■ **Record excerpts**:
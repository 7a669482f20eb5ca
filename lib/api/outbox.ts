import { useQuery } from '@tanstack/react-query';

import { api } from './client';
import type { OutboxMessage } from './types';

export const outboxKeys = {
  all: ['outbox'] as const,
};

export function useOutboxQuery() {
  return useQuery({
    queryKey: outboxKeys.all,
    staleTime: 0,
    queryFn: ({ signal }) => api.get<{ messages: OutboxMessage[]; open: boolean }>('/outbox', signal),
  });
}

■ **Work to complete**: After the last line, print all the entries once again, unchanged.

■ **Solution for this problem**:
repository 7a669482f20eb5ca
filename lib/api/outbox.ts
import { useQuery } from '@tanstack/react-query';

import { api } from './client';
import type { OutboxMessage } from './types';

export const outboxKeys = {
  all: ['outbox'] as const,
};

export function useOutboxQuery() {
  return useQuery({
    queryKey: outboxKeys.all,
    staleTime: 0,
    queryFn: ({ signal }) => api.get<{ messages: OutboxMessage[]; open: boolean }>('/outbox', signal),
  });
}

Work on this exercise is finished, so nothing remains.